Senior citizens on fixed incomes and the U.S. bond buyers, who keep the nation's economy going, are automatically cheated out of a fair return on their money.

Senior citizens who rely on a fair return on money they have accumulated through a lifetime of hard work, now get a return often less than the inflation rate.  This means that banks are using savers and U.S. bond buyers' money for free.

The 2.5 million mortgage foreclosures, by a strange twist of fate, is the same number of mortgage foreclosures that occurred during the Great Depression.

79 million senior citizens (referred to as baby boomers) are looking forward to retirement with social security and Medicare assistance.

All this is occurring while the U.S. dollar crashes and the cost of living increases, with job layoffs in the auto and airline industries.

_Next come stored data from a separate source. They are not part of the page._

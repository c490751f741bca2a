"""Intensity distributions carry exactly their flux (zonal method, SciPy integration)."""

import numpy as np
import pytest
from numpy.testing import assert_allclose
from scipy import integrate

from app.engine import distributions as d


@pytest.mark.parametrize("n", [1.0, 2.0, 5.3, 40.0])
def test_cosine_power_integrates_to_one_scipy(n):
    # Φ = ∫₀^{2π} ∫₀^{π/2} I(θ) sin θ dθ dφ, by SciPy's adaptive quadrature (general-purpose reference).
    dist = d.cosine_power(n)
    val, _ = integrate.dblquad(
        lambda t, p: float(d.intensity_per_flux(dist, np.cos(t))) * np.sin(t), 0, 2 * np.pi, 0, np.pi / 2
    )
    assert_allclose(val, 1.0, rtol=1e-8)


def test_lambertian_peak_is_one_over_pi():
    # Lambert's cosine law: I = I₀ cos θ with Φ = π I₀.
    assert_allclose(d.intensity_per_flux(d.lambertian(), 1.0), 1 / np.pi, rtol=1e-12)
    assert d.intensity_per_flux(d.lambertian(), -0.2) == 0.0


@pytest.mark.parametrize("beam, n", [(120.0, 1.0), (90.0, np.log(0.5) / np.log(np.cos(np.radians(45))))])
def test_beam_angle_to_exponent(beam, n):
    # Half intensity at half the beam angle: cosⁿ(β/2) = 1/2. 120° is Lambertian (cos 60° = 1/2).
    assert_allclose(d.cosine_exponent_from_beam_angle(beam), n, rtol=1e-12)
    m = d.cosine_exponent_from_beam_angle(beam)
    assert_allclose(np.cos(np.radians(beam / 2)) ** m, 0.5, rtol=1e-12)


def test_zonal_flux_of_lambertian_table_is_exact():
    # A synthetic table of I = 100 cos θ cd-like units: total flux is exactly π·100 (Lambert).
    polar = np.arange(0, 91, 5.0)
    table = [100 * np.cos(np.radians(polar))]
    flux = d.zonal_flux(np.radians(polar), np.radians([0.0]), np.array(table))
    assert_allclose(flux, np.pi * 100, rtol=2e-3)  # linear interpolation between 5° samples


def test_tabulated_normalised_and_matches_cosine_law():
    polar = np.arange(0, 91, 1.0)
    az = np.arange(0, 360, 30.0)
    table = np.tile(np.cos(np.radians(polar)), (az.size, 1))
    dist = d.tabulated(polar, az, table)
    # Normalised: the interpolant integrates to 1 (SciPy reference).
    val, _ = integrate.dblquad(
        lambda t, p: float(d.intensity_per_flux(dist, np.cos(t), p)) * np.sin(t),
        0,
        2 * np.pi,
        0,
        np.pi / 2,
        epsabs=1e-4,
        epsrel=1e-4,
    )
    assert_allclose(val, 1.0, rtol=2e-3)
    assert_allclose(d.intensity_per_flux(dist, np.cos(np.radians(30)), 1.0), np.cos(np.radians(30)) / np.pi, rtol=3e-3)


def test_tabulated_azimuth_is_honoured():
    polar = np.arange(0, 91, 10.0)
    az = np.array([0.0, 90.0, 180.0, 270.0])
    table = np.ones((4, polar.size))
    table[1] *= 3.0  # three times brighter towards 90°
    dist = d.tabulated(polar, az, table)
    i0 = d.intensity_per_flux(dist, np.cos(np.radians(40)), 0.0)
    i90 = d.intensity_per_flux(dist, np.cos(np.radians(40)), np.pi / 2)
    assert_allclose(i90 / i0, 3.0, rtol=1e-9)


def test_bad_tables_refused():
    with pytest.raises(ValueError, match="shape"):
        d.tabulated([0, 90], [0], [[1, 1, 1]])
    with pytest.raises(ValueError, match="no light"):
        d.tabulated([0, 90], [0], [[0, 0]])
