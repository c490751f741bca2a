"""Configuration factors against Howell's catalogue and the point formula's stated error."""

import numpy as np
import pytest
from numpy.testing import assert_allclose

from app.engine.formfactors import (
    axis_element_to_axis_rectangles,
    element_to_polygon,
    upward_element_to_axis_rectangles,
)
from app.engine.patch_transfer import EXACT_WITHIN_SIZES


def howell_b3(a, b, c):
    """Element to a parallel rectangle a × b at distance c, normal through one corner.

    Howell J.R., A Catalog of Radiation Heat Transfer Configuration Factors, case B-3.
    """
    A, B = a / c, b / c
    return (
        A / np.sqrt(1 + A * A) * np.arctan(B / np.sqrt(1 + A * A))
        + B / np.sqrt(1 + B * B) * np.arctan(A / np.sqrt(1 + B * B))
    ) / (2 * np.pi)


def test_howell_b3_check_value():
    # Check value from the catalogue (shared/REFERENCES.md): a = b = c = 1 gives 0.138531606.
    v = np.array([[[0, 0, 1], [1, 0, 1], [1, 1, 1], [0, 1, 1]]], float)
    assert_allclose(element_to_polygon(np.zeros((1, 3)), [0, 0, 1], v), [[0.138531606]], rtol=1e-8)


@pytest.mark.parametrize("a, b, c", [(0.3, 2.0, 0.5), (2.5, 0.1, 1.7), (4.0, 4.0, 0.2)])
def test_parallel_rectangles_match_howell_b3(a, b, c):
    v = np.array([[[0, 0, c], [a, 0, c], [a, b, c], [0, b, c]]], float)
    assert_allclose(element_to_polygon(np.zeros((1, 3)), [0, 0, 1], v)[0, 0], howell_b3(a, b, c), rtol=1e-9)


def test_coaxial_disk_matches_howell_b12():
    # Element to a coaxial parallel disk of radius r at distance h: F = 1 / (1 + (h/r)²) (Howell B-12);
    # h = 2, r = 1 gives 0.2. The disk is a 2000-gon (area deficit ~ (2π/2000)²/6).
    t = np.linspace(0, 2 * np.pi, 2001)[:-1]
    disk = np.stack([np.cos(t), np.sin(t), np.full_like(t, 2.0)], axis=1)[None]
    assert_allclose(element_to_polygon(np.zeros((1, 3)), [0, 0, 1], disk)[0, 0], 0.2, rtol=1e-5)


def test_element_at_the_foot_of_a_wall_sees_half_of_an_infinite_wall():
    # A horizontal element at the foot of a vertical wall: F → 1/2 as the wall grows without bound
    # (the wall fills half the hemisphere; Nusselt's unit-sphere method, Howell's catalogue introduction).
    big = 1e4
    wall = np.array([[[0, -big, 0], [0, big, 0], [0, big, big], [0, -big, big]]], float)
    assert_allclose(element_to_polygon(np.array([[1e-6, 0, 0]]), [0, 0, 1], wall)[0, 0], 0.5, rtol=1e-3)


def test_perpendicular_rectangle_matches_quadrature():
    # Element on the floor to a vertical rectangle: the definition F = ∫ cosθ₁ cosθ₂ / (π r²) dA by SciPy.
    from scipy.integrate import dblquad

    p = np.array([0.3, 0.2, 0.0])
    # Wall x = 1, y ∈ [0, 0.8], z ∈ [0.1, 0.9], normal −x.
    f = dblquad(
        lambda z, y: (z - p[2]) * (1 - p[0]) / (np.pi * ((1 - p[0]) ** 2 + (y - p[1]) ** 2 + (z - p[2]) ** 2) ** 2),
        0.0,
        0.8,
        0.1,
        0.9,
        epsabs=1e-12,
    )[0]
    v = np.array([[[1, 0, 0.1], [1, 0.8, 0.1], [1, 0.8, 0.9], [1, 0, 0.9]]], float)
    assert_allclose(element_to_polygon(p[None], [0, 0, 1], v)[0, 0], f, rtol=1e-8)


def test_closed_forms_for_axis_rectangles_match_howell_and_scipy():
    """The fast closed forms the engine uses for its axis-aligned patches: Howell B-3 (parallel rectangle),
    the perpendicular rectangle against SciPy's quadrature of the definition, and the infinite-wall limit."""
    from scipy.integrate import dblquad

    up = upward_element_to_axis_rectangles
    ceiling = np.array([[[0, 0, 1], [1, 0, 1], [1, 1, 1], [0, 1, 1]]], float)
    assert_allclose(up(np.zeros((1, 3)), ceiling), [0.138531606], rtol=1e-8)  # Howell B-3 check value
    off = np.array([[[-0.4, -1.1, 0.7], [2.1, -1.1, 0.7], [2.1, 0.3, 0.7], [-0.4, 0.3, 0.7]]], float)
    corners = [howell_b3(a, b, 0.7) for a, b in ((2.1, 0.3), (0.4, 0.3), (2.1, 1.1), (0.4, 1.1))]
    assert_allclose(up(np.zeros((1, 3)), off), [sum(corners)], rtol=1e-9)  # four corner rectangles
    p = np.array([0.3, 0.2, 0.0])
    f = dblquad(
        lambda z, y: z * 0.7 / (np.pi * (0.7**2 + (y - 0.2) ** 2 + z**2) ** 2), -0.5, 0.8, 0.1, 0.9, epsabs=1e-12
    )[0]
    wall = np.array([[[1, -0.5, 0.1], [1, 0.8, 0.1], [1, 0.8, 0.9], [1, -0.5, 0.9]]], float)
    assert_allclose(up(p[None], wall), [f], rtol=1e-8)
    big = 1e4
    infinite = np.array([[[0, -big, 0], [0, big, 0], [0, big, big], [0, -big, big]]], float)
    assert_allclose(up(np.array([[1e-6, 0, 0]]), infinite), [0.5], rtol=1e-3)


def test_axis_elements_match_the_contour_formula_inside_a_box():
    """Every face of a box room, cut into rectangles, seen from every other: the closed forms (each element's
    frame turned so its normal is +z) equal Lambert's contour formula, and each row sums to at most 1."""
    from app.engine.radiosity import wall_patches
    from app.engine.scene import Enclosure

    p = wall_patches(Enclosure(2.3, 3.1, 2.0, "diffuse", 0.5), (0.45,))
    fast = axis_element_to_axis_rectangles(p.centres, p.normals, p.corners)
    exact = element_to_polygon(p.centres, p.normals, p.corners)
    np.fill_diagonal(fast, 0.0)
    np.fill_diagonal(exact, 0.0)
    assert_allclose(fast, exact, rtol=1e-9, atol=1e-13)
    assert fast.sum(axis=1).max() <= 1.0 + 1e-9


def test_point_formula_is_within_0_7_percent_beyond_the_exact_range():
    # Beyond EXACT_WITHIN_SIZES patch diagonals the engine uses cos·cos·A/(π r²) at the patch centre.
    a = 0.25
    diag = a * np.sqrt(2)
    worst = 0.0
    for ang in np.linspace(0.1, 1.4, 14):
        r = EXACT_WITHIN_SIZES * diag
        c = np.array([r * np.cos(ang), 0.0, r * np.sin(ang)])  # patch centre, patch facing the element
        nrm = -c / np.linalg.norm(c)
        u = np.cross(nrm, [0, 1, 0])
        u /= np.linalg.norm(u)
        w = np.cross(nrm, u)
        v = np.array(
            [
                [
                    c - a / 2 * u - a / 2 * w,
                    c + a / 2 * u - a / 2 * w,
                    c + a / 2 * u + a / 2 * w,
                    c - a / 2 * u + a / 2 * w,
                ]
            ]
        )
        exact = element_to_polygon(np.zeros((1, 3)), [0, 0, 1], v)[0, 0]
        point = (c[2] / r) * 1.0 * a * a / (np.pi * r * r)
        worst = max(worst, abs(point / exact - 1))
    assert worst < 0.007, worst
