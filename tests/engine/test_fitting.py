"""A fixture fitted to a PPFD map recovers a panel from a closed-form map and flags maps that cannot be true."""

import numpy as np
import pytest
from numpy.testing import assert_allclose

from app.engine.fitting import PAR_CEILING_UMOL_J, fit_findings, fit_ppfd_map, plausibility, predict_at_heights
from tests.engine.test_direct import rect_factor


def _lambertian_panel_map(shape, cell_m, height_m, side_m, ppf_umol_s):
    """PPFD under a square Lambertian panel centred over the map, E = M * F with M = PPF / area (closed form)."""
    ny, nx = shape
    xs = (np.arange(nx) - (nx - 1) / 2) * cell_m
    ys = (np.arange(ny) - (ny - 1) / 2) * cell_m
    h = side_m / 2
    # E = M * F, F of the panel by Howell B-3 corner rectangles (tests/engine/test_direct.py)
    out = np.array([[rect_factor(-h - x, h - x, -h - y, h - y, height_m) for x in xs] for y in ys])
    out *= ppf_umol_s / side_m**2
    return out


@pytest.mark.parametrize("side, ppf, h", [(0.6, 560.0, 0.45), (0.3, 900.0, 0.3), (0.45, 300.0, 0.6)])
def test_fit_recovers_a_lambertian_panel_from_its_closed_form_map(side, ppf, h):
    """A map made by Howell's B-3 closed form (not by the engine) is fitted back to the panel's PPF and beam."""
    readings = _lambertian_panel_map((11, 11), 0.1, h, side, ppf)
    fit = fit_ppfd_map(readings, 0.1, h)
    assert fit["rms_error"] < 0.02
    assert_allclose(fit["ppf_umol_s"], ppf, rtol=0.03)
    assert_allclose(fit["exponent"], 1.0, atol=0.15)  # Lambertian: cos^1
    assert fit["at_bound"] == [] and fit_findings(fit, 0.1, (11, 11)) == []


def test_a_map_no_single_fixture_makes_is_flagged_not_fitted_silently():
    """A flat map (the same PPFD in every cell, as from a wall of fixtures or a reflective box) is no one
    fixture in open air: the fit runs to its widest beam and largest emitter and says so."""
    fit = fit_ppfd_map(np.full((9, 9), 500.0), 0.15, 0.45)
    assert 0.3 * (1 - 1e-9) <= fit["exponent"] <= 30.0 * (1 + 1e-9)  # stays inside the range it tries
    assert {"widest_beam", "largest_emitter"} & set(fit["at_bound"])
    (finding,) = fit_findings(fit, 0.15, (9, 9))
    assert finding["code"] == "fit_at_bound" and finding["level"] == "suspicious"
    # A very narrow spot (a single bright cell) hits the other end of the beam range.
    spot = np.full((9, 9), 1.0)
    spot[4, 4] = 5000.0
    assert "narrowest_beam" in fit_ppfd_map(spot, 0.15, 0.45)["at_bound"]


def test_prediction_follows_inverse_square_far_away():
    fit = {"exponent": 1.0, "side_m": 0.0, "ppf_umol_s": 1000.0}
    p = predict_at_heights(fit, (5, 5), 0.01, [2.0, 4.0])
    # A point source: centre PPFD = Φ/π / h² (Lambert; inverse-square law).
    assert_allclose([x["centre"] for x in p], [1000 / np.pi / 4, 1000 / np.pi / 16], rtol=1e-4)


def test_map_with_more_photons_than_emitted_is_impossible():
    readings = np.full((5, 5), 1000.0)  # 1000 µmol m⁻² s⁻¹ over 1 m²: 1000 µmol/s
    codes = {f["code"]: f["level"] for f in plausibility(readings, 0.2, 600.0, None)}
    assert codes["more_photons_than_emitted"] == "impossible"


def test_efficacy_checks():
    r = np.ones((3, 3))
    assert_allclose(PAR_CEILING_UMOL_J, 700 * 0.0083593, rtol=1e-4)  # shared/REFERENCES.md
    levels = {f["code"]: f["level"] for f in plausibility(r, 0.1, 1200.0, 200.0)}
    assert levels["above_photon_ceiling"] == "impossible"  # 6.0 µmol/J > 5.85
    levels = {f["code"]: f["level"] for f in plausibility(r, 0.1, 720.0, 200.0)}
    assert levels["above_best_measured"] == "suspicious"  # 3.6 µmol/J
    levels = {f["code"]: f["level"] for f in plausibility(r, 0.1, 540.0, 200.0)}
    assert levels["efficacy"] == "info"


def test_bad_maps_refused():
    with pytest.raises(ValueError, match="3 × 3"):
        fit_ppfd_map([[1, 2]], 0.1, 0.5)
    with pytest.raises(ValueError, match="non-negative"):
        fit_ppfd_map(-np.ones((3, 3)), 0.1, 0.5)


def test_one_efficacy_threshold_for_code_page_and_readme():
    """The flag sits at one value, quoted by the message and the README (the 3.1/3.41 mismatch)."""
    from pathlib import Path

    from app.engine.fitting import BEST_MEASURED_UMOL_J, SUSPICIOUS_ABOVE_UMOL_J

    assert SUSPICIOUS_ABOVE_UMOL_J == 3.41  # 10 % over 3.1 µmol/J (Kusuma, Pattison & Bugbee 2020; from memory)
    r = np.ones((3, 3))
    just_below = {f["code"]: f for f in plausibility(r, 0.1, 3.40 * 100.0, 100.0)}
    just_above = {f["code"]: f for f in plausibility(r, 0.1, 3.42 * 100.0, 100.0)}
    assert "above_best_measured" not in just_below and "efficacy" in just_below
    assert f"{SUSPICIOUS_ABOVE_UMOL_J:g} µmol/J" in just_above["above_best_measured"]["message"]
    readme = (Path(__file__).resolve().parents[2] / "README.md").read_text(encoding="utf-8")
    assert f"above {SUSPICIOUS_ABOVE_UMOL_J:g} µmol/J" in readme and f"about {BEST_MEASURED_UMOL_J:g} µmol/J" in readme


def test_impossible_map_is_not_also_called_plausible():
    readings = np.full((5, 5), 1000.0)  # 1,000 µmol/s on 1 m², from a fixture said to emit 600 µmol/s
    found = {f["code"]: f for f in plausibility(readings, 0.2, 600.0, 250.0)}  # 2.4 µmol/J claimed
    assert found["more_photons_than_emitted"]["level"] == "impossible"
    msg = found["efficacy"]["message"]
    assert msg.startswith("The claimed figures alone give 2.40 µmol/J") and "does not fit them" in msg
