"""Output maintenance against the exponential form of IES TM-21, with a worked example computed by hand."""

import math

import numpy as np
import pytest
from numpy.testing import assert_allclose

from app.engine.maintenance import (
    MaintenanceError,
    fit_measured,
    fit_window,
    from_rated_point,
    maintained_factor,
)

# A worked example computed by hand from the published form Φ(t) = B exp(−α t) (IES TM-21-11):
# a 6,000 h test; TM-21 fits the last 5,000 h, so the points at 1,000-6,000 h (the 0 h point is dropped).
HOURS = [0, 1000, 2000, 3000, 4000, 5000, 6000]
SHARE = [1.000, 0.995, 0.990, 0.986, 0.981, 0.977, 0.972]


def test_tm21_worked_example_by_hand():
    # By hand: y = ln Φ at t = 1000..6000 h:
    #   ln .995 = -0.0050125, ln .990 = -0.0100503, ln .986 = -0.0140989,
    #   ln .981 = -0.0191828, ln .977 = -0.0232686, ln .972 = -0.0283995.
    # t̄ = 3500 h, Sxx = Σ(t − t̄)² = 2 (2500² + 1500² + 500²) = 17.5e6 h²,
    # Σ(t − t̄) y = −2500(−.0050125) − 1500(−.0100503) − 500(−.0140989)
    #             + 500(−.0191828) + 1500(−.0232686) + 2500(−.0283995) = −80.8367 h,
    # slope = −80.8367 / 17.5e6 = −4.61924e-6 /h → α = 4.61924e-6 /h,
    # ȳ = −0.1000127 / 6 = −0.0166688, ln B = ȳ − slope·t̄ = −0.0166688 + 0.0161673 = −0.0005014,
    # B = exp(−0.0005014) = 0.999499.
    y = [-0.0050125, -0.0100503, -0.0140989, -0.0191828, -0.0232686, -0.0283995]
    assert_allclose(np.log(SHARE[1:]), y, atol=1e-7)  # the logarithms above, to the digits written
    sxy = -2500 * y[0] - 1500 * y[1] - 500 * y[2] + 500 * y[3] + 1500 * y[4] + 2500 * y[5]
    assert_allclose(sxy, -80.8367, atol=1e-3)
    alpha_hand = 4.61924e-6
    b_hand = 0.999499
    p = fit_measured(HOURS, SHARE)
    assert_allclose(p.alpha_per_h, alpha_hand, rtol=1e-5)
    assert_allclose(p.b, b_hand, rtol=1e-6)
    # L70 = ln(100 B / 70) / α = ln(1.427856) / 4.61924e-6 = 0.356173 / 4.61924e-6 = 77,106 h (calculated),
    # beyond 6 × 6,000 = 36,000 h, so TM-21 reports "L70 > 36,000 h".
    assert_allclose(p.calculated_lp_h(70), 77106, rtol=2e-4)
    reported, capped = p.reported_lp_h(70)
    assert capped and reported == 36000
    # L97 = ln(100 B / 97) / α = ln(1.030412) / 4.61924e-6 = 0.029958 / 4.61924e-6 = 6,485 h: inside the limit.
    lp, capped = p.reported_lp_h(97)
    assert not capped
    assert_allclose(lp, 6485, rtol=5e-4)


def test_six_times_rule_holds_the_projection_at_its_limit():
    # IES TM-21-11: a projection is not extended beyond six times the test duration.
    p = fit_measured(HOURS, SHARE)
    assert p.limit_h == 6 * 6000
    at_limit = float(p.maintenance(36000))
    assert_allclose(at_limit, 0.999499 * math.exp(-4.61924e-6 * 36000), rtol=1e-5)  # = 0.84637
    assert float(p.maintenance(50000)) == at_limit  # not extended: held
    assert p.beyond_limit(50000) and not p.beyond_limit(30000)
    assert "6 × the 6,000 h test" in p.source


def test_tm21_data_windows():
    # IES TM-21-11 (from memory): 6,000-10,000 h tests use the last 5,000 h; longer tests the last half;
    # the first 1,000 h never.
    t = np.arange(0, 12001, 1000.0)
    assert t[fit_window(t, 6000)].tolist() == [1000, 2000, 3000, 4000, 5000, 6000]
    assert t[fit_window(t, 10000)].tolist() == [5000, 6000, 7000, 8000, 9000, 10000]
    assert t[fit_window(t, 12000)].tolist() == [6000, 7000, 8000, 9000, 10000, 11000, 12000]


def test_rated_point_exponential():
    # L90 at 36,000 h: Φ(t) = exp(−α t), α = −ln 0.9 / 36,000 (the exponential form with B = 1).
    p = from_rated_point(90, 36000)
    assert_allclose(float(p.maintenance(36000)), 0.9, rtol=1e-12)
    assert_allclose(float(p.maintenance(18000)), math.sqrt(0.9), rtol=1e-12)
    assert_allclose(p.calculated_lp_h(70), 36000 * math.log(0.7) / math.log(0.9), rtol=1e-12)
    # With the test duration known (say 10,000 h), nothing is projected beyond 60,000 h.
    q = from_rated_point(90, 36000, test_duration_h=10000)
    assert q.limit_h == 60000 and float(q.maintenance(80000)) == float(q.maintenance(60000))


def test_exact_exponential_is_recovered():
    t = np.arange(0, 10001, 500.0)
    p = fit_measured(t, 0.998 * np.exp(-3e-6 * t))
    assert_allclose([p.b, p.alpha_per_h], [0.998, 3e-6], rtol=1e-9)


def test_maintained_factor_multiplies_dirt():
    p = from_rated_point(90, 36000)
    assert_allclose(maintained_factor(p, 36000, 0.95), 0.9 * 0.95)
    assert maintained_factor(None, 1e5, 1.0) == 1.0


@pytest.mark.parametrize(
    "hours, share, words",
    [
        ([0, 1000, 3000], [1, 0.99, 0.98], "at least 6,000 h"),
        ([0, 6000], [1, float("nan")], "finite"),
        ([0, 6000], [1, -0.5], "between 0 and 1.2"),
        ([0, 6000, 7000], [1, 0.98], "same length"),
    ],
)
def test_bad_maintenance_data_is_refused(hours, share, words):
    with pytest.raises(MaintenanceError, match=words):
        fit_measured(hours, share)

Homeless people roam the streets, begging for sustenance.  A recent CNN report disclosed that the U.S.A., representing only 5 percent of the world's population, uses two-thirds of the world's drug market.

Dante J. Driver of Seattle wrote in the Seattle Post-Intelligencer in the Letters to the Editor on June 18:

"The Federal Reserve has actually been pursing inflationary fiscal and monetary policy since the eighties.  Profligate government spending by both parties and historically low tax and interest rates have pumped cash into the economy that fueled the technology, real estate (and arguably the current commodity bubbles)."

More than one hundred years ago, in speaking of American, British historian Lord Macaulay warned, "Your republic will be as fearfully plundered and laid waste by barbarians in the twentieth century as the Roman Empire was in the fifth, with this difference, that the empire came from without and your Huns and vandals will have been engendered within your own country, by your own institutions."